Various kinds of imaging apparatuses that are configured to form images on sheet media are known. Some such apparatuses form images on sheet media in correspondence to an electronic document file, commonly referred to as a print job. Other types of imaging apparatus perform their imaging function in response to optically scanning an image-bearing sheet media. Thus, examples of imaging apparatuses include laser printers, inkjet printers, thermal imaging devices, photocopiers, etc.
Generally, such imaging apparatuses temporarily secure the sheet media in a registered relationship with an imaging engine (i.e., inkjet print head, etc.) during the image forming process so as to achieve the desired image placement on the media. One kind of device used to temporarily secure sheet media is the capacitive mat. Broadly speaking, capacitive mat devices typically include a number of electrically charged conductors, usually arranged as a grid or matrix within a layer of nonconductive material, to support a sheet of media in registered orientation by way of capacitive (i.e., electrostatic) attraction.

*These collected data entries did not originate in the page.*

function tuneStageUncached(
  t: Topology,
  target: StageTarget,
  spec: DesignSpec,
  options: TuneOptions,
): TunedStage | null {
  const keep = options.keep ?? 6;
  const limits = options.limits ?? partLimits(spec);
  const choices = options.choices ?? {};
  const bases = capacitorCandidates(t, target, spec, { keep: options.capacitors ?? 10, limits, choices });
  // Capacitor values earlier stages use are tried as well (when they keep the resistors near the window).
  for (const c of options.preferredCapacitors ?? []) {
    if (bases.some((b) => b.c === c) || c < spec.capacitorRange.min || c > spec.capacitorRange.max) continue;
    const v = tryDesign(t, target, { ...choices, capacitor: c }, spec.capacitorSeries);
    if (v !== null && centring(v, spec.resistorRange) <= 1 && capacitorsWithin(v, limits)) bases.push({ c, values: v, centring: centring(v, spec.resistorRange) });
  }
  if (bases.length === 0) {
    // No capacitor in the window works: let the topology pick its own impedance level.
    const v = tryDesign(t, target, choices);
    if (v === null || !capacitorsWithin(v, limits) || !resistorsWithin(v, limits)) return null;
    bases.push({ c: NaN, values: v, centring: centring(v, spec.resistorRange) });
  }
  const first = bases[0] as (typeof bases)[number];
  const plain = evaluate(t, plainSnap(first.values, spec), target);
  const scoring = options.opampScoring;
  const all: ValueSet[] = [];
  // Below, the first `depth` sets of the sorted list are read (and, to reuse capacitors, those within 1e-3 of the best).
  const bound: SearchBound = {
    depth: scoring === undefined ? keep : Math.max(scoring.count ?? 24, keep),
    near: options.preferredCapacitors !== undefined && options.preferredCapacitors.size > 0 ? 1e-3 : -Infinity,
    costs: [],
  };
  const search = (exact: ComponentValues, spread: number): void => {
    const found = searchResistors(t, localTarget(t, target, exact, scoring), exact, spec, spread, keep, limits, bound);
    addToBound(bound, found);
    all.push(...found);
  };
  for (const base of bases) {
    const designs = Number.isNaN(base.c) ? [base.values] : centred(stockCapacitorDesigns(t, target, spec, { ...base, limits, choices }), spec, base.centring);
    for (const exact of designs) search(exact, options.spread ?? 2);
  }
  all.sort((a, b) => a.cost - b.cost);
  // A coarse result (worse than 0.3 %) gets one wider search around the best few bases.
  if ((all[0]?.cost ?? Infinity) > 3e-3 && (options.spread ?? 2) < 3) {
    for (const base of bases.slice(0, 4)) {
      const designs = Number.isNaN(base.c) ? [base.values] : centred(stockCapacitorDesigns(t, target, spec, { ...base, limits, choices }), spec, base.centring);
      for (const exact of designs) search(exact, 3);
    }
    all.sort((a, b) => a.cost - b.cost);
  }
  let plainSet = plain;
  if (scoring !== undefined) {
    const finalists = all.slice(0, Math.max(scoring.count ?? 24, keep));
    const rescored: ValueSet[] = [];
    for (const v of finalists) {
      const r = rescore(t, v, target, scoring);
      if (r !== null) rescored.push(r);
    }
    // When no finalist's pole can be found with the op-amp, keep the ideal ranking.
    if (rescored.length > 0) {
      rescored.sort((a, b) => a.cost - b.cost);
      all.length = 0;
      all.push(...rescored);
    }
    plainSet = plain === null ? null : (rescore(t, plain, target, scoring) ?? plain);
  }
  let best = all[0];
  if (best === undefined || plainSet === null) return null;
  const preferred = options.preferredCapacitors;
  if (preferred !== undefined && preferred.size > 0) {
    // Among sets within 0.1 % (absolute error measure) of the best, take the
    // one reusing the most capacitor values already on the bill of materials.
    const reused = (v: ValueSet): number =>
      Object.entries(v.values).filter(([k, x]) => isCap(k) && preferred.has(x)).length;
    const limit = best.cost + 1e-3;
    let most = reused(best);
    for (const v of all) {
      if (v.cost > limit) break;
      const r = reused(v);
      if (r > most) {
        most = r;
        best = v;
      }
    }
  }
  return { best, alternatives: all.filter((v) => v !== best).slice(0, keep - 1), plain: plainSet, exact: first.values };
}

One generally undesirable aspect of capacitive mats is the tendency for the layer of nonconductive material to develop a residual electrostatic charge (known as polarization) over the course of operative time. This polarization tends to reduce the efficiency or ‘holding power’ of the capacitive mat with respect to the supported sheet media. Such loss of holding power can lead to movement and/or mis-registration of the sheet media supported by the capacitive mat during operation, resulting in undesirable or unacceptable imaging quality or media jams thereon.
Therefore, it is desirable to provide methods and apparatus for use with capacitive mats that address the polarization problems discussed above.